Scan the records beneath this line for the line holding "slopeTolDB of it." and the line holding "if math.Abs(d) >", then transcribe exactly those two and all lines between.

RECORDS PROVIDED:
----------------
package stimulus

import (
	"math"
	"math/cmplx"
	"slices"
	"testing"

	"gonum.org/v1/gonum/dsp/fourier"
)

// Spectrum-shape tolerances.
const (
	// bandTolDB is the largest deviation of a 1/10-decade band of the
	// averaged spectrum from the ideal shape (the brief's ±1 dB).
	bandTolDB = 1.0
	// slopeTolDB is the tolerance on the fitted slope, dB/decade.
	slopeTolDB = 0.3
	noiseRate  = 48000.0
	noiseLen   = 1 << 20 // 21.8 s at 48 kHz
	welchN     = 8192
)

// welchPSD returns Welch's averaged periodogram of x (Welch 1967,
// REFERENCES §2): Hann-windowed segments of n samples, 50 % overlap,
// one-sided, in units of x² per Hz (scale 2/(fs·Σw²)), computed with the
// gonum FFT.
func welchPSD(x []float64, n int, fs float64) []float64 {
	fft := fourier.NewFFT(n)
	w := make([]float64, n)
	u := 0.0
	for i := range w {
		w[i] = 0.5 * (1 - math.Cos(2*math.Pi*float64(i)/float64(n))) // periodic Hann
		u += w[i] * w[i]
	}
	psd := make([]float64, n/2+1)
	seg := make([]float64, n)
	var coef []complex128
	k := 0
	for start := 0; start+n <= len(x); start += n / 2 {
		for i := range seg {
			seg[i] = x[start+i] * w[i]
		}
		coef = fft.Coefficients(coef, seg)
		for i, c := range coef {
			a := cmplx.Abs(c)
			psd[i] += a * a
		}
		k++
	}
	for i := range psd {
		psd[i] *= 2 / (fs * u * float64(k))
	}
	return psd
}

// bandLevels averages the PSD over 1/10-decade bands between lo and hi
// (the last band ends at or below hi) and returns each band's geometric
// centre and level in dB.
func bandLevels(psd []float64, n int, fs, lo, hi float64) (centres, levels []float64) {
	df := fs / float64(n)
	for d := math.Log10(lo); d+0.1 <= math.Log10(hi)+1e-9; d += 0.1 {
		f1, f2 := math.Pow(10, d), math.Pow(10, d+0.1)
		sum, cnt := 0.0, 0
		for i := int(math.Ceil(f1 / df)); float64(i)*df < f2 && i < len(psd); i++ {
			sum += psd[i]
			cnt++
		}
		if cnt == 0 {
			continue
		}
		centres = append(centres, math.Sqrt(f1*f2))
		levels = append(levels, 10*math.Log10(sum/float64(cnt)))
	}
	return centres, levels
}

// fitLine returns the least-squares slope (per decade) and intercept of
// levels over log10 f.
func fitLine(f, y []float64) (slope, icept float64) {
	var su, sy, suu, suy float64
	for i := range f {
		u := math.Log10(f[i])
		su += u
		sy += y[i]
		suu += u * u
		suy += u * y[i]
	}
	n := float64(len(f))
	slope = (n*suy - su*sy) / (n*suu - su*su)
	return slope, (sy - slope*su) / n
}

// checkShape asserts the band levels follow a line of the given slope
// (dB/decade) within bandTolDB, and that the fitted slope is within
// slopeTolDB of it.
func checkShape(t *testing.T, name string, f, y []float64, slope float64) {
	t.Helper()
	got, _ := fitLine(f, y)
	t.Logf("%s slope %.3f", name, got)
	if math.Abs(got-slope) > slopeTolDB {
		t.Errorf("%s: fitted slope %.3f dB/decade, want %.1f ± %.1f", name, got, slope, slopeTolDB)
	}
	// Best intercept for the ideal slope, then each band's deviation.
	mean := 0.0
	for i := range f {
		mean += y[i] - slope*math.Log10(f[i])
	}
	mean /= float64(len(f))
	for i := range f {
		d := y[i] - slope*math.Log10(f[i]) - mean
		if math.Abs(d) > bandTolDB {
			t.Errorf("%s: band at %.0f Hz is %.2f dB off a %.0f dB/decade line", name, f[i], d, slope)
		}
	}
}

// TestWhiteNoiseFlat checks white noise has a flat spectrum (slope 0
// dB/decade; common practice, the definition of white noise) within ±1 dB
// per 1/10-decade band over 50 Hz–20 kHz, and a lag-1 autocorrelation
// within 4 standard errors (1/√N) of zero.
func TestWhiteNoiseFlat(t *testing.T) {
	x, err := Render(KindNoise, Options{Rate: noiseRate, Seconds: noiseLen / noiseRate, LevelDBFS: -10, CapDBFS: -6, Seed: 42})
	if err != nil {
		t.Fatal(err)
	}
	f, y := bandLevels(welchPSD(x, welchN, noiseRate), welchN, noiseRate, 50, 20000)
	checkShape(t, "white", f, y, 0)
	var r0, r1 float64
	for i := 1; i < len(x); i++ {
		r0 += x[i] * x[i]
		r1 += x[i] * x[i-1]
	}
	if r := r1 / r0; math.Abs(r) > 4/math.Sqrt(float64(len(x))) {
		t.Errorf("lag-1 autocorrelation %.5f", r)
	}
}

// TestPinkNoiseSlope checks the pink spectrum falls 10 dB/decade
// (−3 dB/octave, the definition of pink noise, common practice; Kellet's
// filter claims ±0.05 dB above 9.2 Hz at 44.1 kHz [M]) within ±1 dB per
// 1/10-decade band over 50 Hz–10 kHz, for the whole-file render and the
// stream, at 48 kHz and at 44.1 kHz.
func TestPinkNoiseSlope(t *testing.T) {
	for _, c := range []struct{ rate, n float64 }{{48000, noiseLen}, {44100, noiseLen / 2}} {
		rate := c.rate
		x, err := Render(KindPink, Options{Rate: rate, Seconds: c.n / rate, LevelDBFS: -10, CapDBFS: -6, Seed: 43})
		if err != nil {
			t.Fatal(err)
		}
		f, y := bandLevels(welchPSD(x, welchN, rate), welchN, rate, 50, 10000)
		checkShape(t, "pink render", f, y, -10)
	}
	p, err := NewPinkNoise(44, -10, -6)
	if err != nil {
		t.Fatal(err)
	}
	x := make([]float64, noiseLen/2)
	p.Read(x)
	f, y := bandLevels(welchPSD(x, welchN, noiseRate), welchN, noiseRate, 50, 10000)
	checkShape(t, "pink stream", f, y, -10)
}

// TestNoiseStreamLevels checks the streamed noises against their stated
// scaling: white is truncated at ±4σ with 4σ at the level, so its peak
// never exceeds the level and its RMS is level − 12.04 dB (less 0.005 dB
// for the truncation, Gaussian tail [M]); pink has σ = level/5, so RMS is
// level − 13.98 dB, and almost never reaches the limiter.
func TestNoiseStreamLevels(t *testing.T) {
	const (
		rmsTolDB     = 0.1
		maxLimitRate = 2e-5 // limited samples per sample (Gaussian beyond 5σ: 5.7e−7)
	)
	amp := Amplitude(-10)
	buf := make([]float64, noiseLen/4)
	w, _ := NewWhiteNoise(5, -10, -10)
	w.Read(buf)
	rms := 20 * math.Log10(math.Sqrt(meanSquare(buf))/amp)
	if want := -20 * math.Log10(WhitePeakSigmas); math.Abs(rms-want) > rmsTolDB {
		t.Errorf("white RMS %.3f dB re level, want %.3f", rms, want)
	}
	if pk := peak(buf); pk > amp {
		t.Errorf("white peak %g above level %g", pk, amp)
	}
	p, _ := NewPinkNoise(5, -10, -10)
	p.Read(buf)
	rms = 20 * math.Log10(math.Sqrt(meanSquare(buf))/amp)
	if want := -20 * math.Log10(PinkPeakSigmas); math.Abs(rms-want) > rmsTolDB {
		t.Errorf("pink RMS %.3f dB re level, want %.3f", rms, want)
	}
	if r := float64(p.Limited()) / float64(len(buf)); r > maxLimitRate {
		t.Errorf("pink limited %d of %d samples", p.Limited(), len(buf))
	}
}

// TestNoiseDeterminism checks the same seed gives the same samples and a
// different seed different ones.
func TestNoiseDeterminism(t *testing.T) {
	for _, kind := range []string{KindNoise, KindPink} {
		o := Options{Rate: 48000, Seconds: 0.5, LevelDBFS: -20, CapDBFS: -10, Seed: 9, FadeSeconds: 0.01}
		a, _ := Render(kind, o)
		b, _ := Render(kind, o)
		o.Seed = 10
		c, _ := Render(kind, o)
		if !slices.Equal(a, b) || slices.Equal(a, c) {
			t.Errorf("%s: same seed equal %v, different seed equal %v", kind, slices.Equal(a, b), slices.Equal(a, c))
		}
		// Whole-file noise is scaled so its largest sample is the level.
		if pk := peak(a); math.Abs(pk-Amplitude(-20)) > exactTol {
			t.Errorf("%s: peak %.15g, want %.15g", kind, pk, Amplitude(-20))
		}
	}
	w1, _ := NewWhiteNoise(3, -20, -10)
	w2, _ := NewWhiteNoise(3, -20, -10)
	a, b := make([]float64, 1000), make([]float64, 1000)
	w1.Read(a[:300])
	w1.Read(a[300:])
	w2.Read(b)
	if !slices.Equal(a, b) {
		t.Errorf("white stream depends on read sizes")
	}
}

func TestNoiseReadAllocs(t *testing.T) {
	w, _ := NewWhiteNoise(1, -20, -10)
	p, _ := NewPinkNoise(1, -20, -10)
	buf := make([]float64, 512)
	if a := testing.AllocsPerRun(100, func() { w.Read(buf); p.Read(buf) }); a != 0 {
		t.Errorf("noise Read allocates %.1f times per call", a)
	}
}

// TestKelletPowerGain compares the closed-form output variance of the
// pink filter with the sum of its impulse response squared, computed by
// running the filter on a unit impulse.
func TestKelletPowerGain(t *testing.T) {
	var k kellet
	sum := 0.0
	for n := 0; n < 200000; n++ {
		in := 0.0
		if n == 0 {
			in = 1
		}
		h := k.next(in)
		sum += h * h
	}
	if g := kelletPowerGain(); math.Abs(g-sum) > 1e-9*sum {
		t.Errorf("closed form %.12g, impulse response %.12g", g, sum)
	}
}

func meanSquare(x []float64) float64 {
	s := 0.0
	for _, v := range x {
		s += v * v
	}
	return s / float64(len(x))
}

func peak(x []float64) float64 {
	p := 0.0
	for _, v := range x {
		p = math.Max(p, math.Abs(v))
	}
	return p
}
----------------
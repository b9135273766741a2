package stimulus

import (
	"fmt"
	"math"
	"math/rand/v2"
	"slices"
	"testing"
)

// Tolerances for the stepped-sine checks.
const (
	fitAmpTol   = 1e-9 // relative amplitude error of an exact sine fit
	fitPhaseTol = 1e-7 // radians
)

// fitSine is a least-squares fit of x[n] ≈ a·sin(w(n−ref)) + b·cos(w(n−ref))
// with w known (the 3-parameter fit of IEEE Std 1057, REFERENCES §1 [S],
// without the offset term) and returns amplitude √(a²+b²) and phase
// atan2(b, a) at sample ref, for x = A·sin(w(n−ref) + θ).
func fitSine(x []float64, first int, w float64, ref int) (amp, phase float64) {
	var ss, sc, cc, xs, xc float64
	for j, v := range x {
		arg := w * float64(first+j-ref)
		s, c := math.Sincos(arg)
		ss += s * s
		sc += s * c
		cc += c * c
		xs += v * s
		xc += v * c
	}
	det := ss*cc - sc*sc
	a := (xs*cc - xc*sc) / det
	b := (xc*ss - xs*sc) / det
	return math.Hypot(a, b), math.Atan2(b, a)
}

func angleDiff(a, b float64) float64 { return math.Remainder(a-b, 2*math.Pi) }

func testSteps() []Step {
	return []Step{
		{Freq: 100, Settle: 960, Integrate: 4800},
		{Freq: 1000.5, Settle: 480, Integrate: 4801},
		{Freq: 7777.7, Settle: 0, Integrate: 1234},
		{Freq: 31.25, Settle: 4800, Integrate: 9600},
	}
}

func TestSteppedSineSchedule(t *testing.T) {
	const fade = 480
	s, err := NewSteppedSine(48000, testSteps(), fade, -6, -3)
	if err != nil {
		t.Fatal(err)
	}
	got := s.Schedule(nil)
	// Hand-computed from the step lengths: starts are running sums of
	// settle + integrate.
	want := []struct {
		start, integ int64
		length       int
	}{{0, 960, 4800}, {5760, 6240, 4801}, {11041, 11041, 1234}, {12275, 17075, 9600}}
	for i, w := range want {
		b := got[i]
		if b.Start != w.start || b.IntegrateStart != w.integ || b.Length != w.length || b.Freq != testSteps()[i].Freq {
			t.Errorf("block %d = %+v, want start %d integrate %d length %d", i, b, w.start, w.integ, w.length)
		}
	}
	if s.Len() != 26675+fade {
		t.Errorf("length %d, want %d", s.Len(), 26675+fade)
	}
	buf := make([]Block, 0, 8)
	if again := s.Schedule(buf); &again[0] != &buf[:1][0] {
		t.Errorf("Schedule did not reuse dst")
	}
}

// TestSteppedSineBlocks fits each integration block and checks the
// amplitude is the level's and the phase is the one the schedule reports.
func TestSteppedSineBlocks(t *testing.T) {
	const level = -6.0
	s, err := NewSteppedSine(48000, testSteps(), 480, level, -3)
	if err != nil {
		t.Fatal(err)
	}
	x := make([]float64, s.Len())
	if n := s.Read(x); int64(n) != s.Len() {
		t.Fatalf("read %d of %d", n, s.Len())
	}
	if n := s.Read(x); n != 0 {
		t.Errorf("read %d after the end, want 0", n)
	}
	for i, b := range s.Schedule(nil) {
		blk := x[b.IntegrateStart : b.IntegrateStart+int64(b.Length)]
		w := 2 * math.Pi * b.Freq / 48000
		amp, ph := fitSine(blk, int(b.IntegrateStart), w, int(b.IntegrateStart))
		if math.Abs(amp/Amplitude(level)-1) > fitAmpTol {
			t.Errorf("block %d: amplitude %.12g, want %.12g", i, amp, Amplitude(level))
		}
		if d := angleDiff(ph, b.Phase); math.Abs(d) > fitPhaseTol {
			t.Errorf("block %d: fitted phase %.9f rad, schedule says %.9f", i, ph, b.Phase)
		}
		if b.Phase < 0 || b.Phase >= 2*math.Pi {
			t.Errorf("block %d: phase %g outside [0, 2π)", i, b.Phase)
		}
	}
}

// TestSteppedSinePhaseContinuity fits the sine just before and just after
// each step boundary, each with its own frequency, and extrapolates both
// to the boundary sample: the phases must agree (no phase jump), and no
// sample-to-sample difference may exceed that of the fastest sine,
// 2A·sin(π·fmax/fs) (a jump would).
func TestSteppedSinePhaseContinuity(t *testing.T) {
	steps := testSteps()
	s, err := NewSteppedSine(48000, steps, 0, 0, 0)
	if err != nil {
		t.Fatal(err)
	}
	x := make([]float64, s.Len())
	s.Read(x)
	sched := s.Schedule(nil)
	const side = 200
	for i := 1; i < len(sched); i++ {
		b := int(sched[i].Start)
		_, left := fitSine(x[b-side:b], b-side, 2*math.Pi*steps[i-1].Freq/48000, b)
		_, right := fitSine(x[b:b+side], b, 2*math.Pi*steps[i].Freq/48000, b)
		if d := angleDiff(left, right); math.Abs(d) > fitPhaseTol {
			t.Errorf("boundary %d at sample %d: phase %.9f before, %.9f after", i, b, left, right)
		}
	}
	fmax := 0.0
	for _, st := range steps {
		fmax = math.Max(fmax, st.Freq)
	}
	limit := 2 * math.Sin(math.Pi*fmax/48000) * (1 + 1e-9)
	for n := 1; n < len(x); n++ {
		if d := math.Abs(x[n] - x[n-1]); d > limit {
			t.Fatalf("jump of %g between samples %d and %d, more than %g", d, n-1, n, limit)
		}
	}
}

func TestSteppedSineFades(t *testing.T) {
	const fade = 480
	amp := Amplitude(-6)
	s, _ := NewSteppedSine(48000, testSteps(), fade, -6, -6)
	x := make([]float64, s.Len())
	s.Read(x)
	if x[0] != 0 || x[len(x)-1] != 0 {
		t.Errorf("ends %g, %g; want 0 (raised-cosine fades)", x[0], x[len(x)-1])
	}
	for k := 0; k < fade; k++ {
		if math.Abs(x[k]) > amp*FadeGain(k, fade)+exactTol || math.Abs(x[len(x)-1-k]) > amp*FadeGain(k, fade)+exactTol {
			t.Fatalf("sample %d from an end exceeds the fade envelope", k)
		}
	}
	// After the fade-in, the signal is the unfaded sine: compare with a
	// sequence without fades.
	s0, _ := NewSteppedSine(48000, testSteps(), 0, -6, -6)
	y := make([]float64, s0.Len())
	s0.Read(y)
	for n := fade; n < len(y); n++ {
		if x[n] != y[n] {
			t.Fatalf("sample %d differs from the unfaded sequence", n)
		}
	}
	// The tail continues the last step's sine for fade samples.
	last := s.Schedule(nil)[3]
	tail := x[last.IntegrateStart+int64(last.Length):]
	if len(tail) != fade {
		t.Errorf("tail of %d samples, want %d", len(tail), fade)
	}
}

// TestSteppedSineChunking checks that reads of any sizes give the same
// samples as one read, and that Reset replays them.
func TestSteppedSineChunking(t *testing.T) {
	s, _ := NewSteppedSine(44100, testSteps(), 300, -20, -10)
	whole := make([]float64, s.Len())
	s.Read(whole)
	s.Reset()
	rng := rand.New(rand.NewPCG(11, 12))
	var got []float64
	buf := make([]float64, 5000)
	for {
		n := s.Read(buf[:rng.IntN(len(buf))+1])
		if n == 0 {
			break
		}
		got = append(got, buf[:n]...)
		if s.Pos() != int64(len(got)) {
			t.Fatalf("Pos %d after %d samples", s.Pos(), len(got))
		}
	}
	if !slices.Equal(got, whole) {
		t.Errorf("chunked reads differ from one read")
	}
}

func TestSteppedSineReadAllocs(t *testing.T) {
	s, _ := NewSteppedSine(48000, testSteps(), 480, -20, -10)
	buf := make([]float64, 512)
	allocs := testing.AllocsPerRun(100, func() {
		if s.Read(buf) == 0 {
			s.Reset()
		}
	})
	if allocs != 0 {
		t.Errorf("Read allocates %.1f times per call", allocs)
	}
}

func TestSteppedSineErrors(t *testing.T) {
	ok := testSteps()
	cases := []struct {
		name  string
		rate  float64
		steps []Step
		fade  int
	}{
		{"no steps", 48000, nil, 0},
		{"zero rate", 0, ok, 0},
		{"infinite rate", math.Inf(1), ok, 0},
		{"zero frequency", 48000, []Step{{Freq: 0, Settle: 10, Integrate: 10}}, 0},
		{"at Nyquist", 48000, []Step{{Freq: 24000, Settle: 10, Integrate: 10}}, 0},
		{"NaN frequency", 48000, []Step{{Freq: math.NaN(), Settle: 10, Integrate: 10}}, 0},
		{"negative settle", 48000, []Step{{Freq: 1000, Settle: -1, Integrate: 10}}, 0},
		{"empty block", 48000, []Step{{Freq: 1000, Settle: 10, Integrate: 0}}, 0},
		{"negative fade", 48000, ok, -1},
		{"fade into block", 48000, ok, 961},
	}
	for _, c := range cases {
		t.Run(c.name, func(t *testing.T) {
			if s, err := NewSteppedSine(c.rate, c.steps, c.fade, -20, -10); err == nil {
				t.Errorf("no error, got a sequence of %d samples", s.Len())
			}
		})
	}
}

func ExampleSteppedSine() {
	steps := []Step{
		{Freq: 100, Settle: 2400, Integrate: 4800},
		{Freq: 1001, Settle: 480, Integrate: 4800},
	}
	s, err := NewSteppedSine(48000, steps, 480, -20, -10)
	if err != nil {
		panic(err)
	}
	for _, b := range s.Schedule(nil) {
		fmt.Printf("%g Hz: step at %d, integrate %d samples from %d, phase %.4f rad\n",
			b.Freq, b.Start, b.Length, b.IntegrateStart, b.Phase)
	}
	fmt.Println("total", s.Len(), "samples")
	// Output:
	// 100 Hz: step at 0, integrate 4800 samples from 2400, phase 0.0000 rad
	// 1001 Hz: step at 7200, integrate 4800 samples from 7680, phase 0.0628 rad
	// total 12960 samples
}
----------------
RESULT FOR THIS TASK:
// slopeTolDB of it.
func checkShape(t *testing.T, name string, f, y []float64, slope float64) {
	t.Helper()
	got, _ := fitLine(f, y)
	t.Logf("%s slope %.3f", name, got)
	if math.Abs(got-slope) > slopeTolDB {
		t.Errorf("%s: fitted slope %.3f dB/decade, want %.1f ± %.1f", name, got, slope, slopeTolDB)
	}
	// Best intercept for the ideal slope, then each band's deviation.
	mean := 0.0
	for i := range f {
		mean += y[i] - slope*math.Log10(f[i])
	}
	mean /= float64(len(f))
	for i := range f {
		d := y[i] - slope*math.Log10(f[i]) - mean
		if math.Abs(d) > bandTolDB {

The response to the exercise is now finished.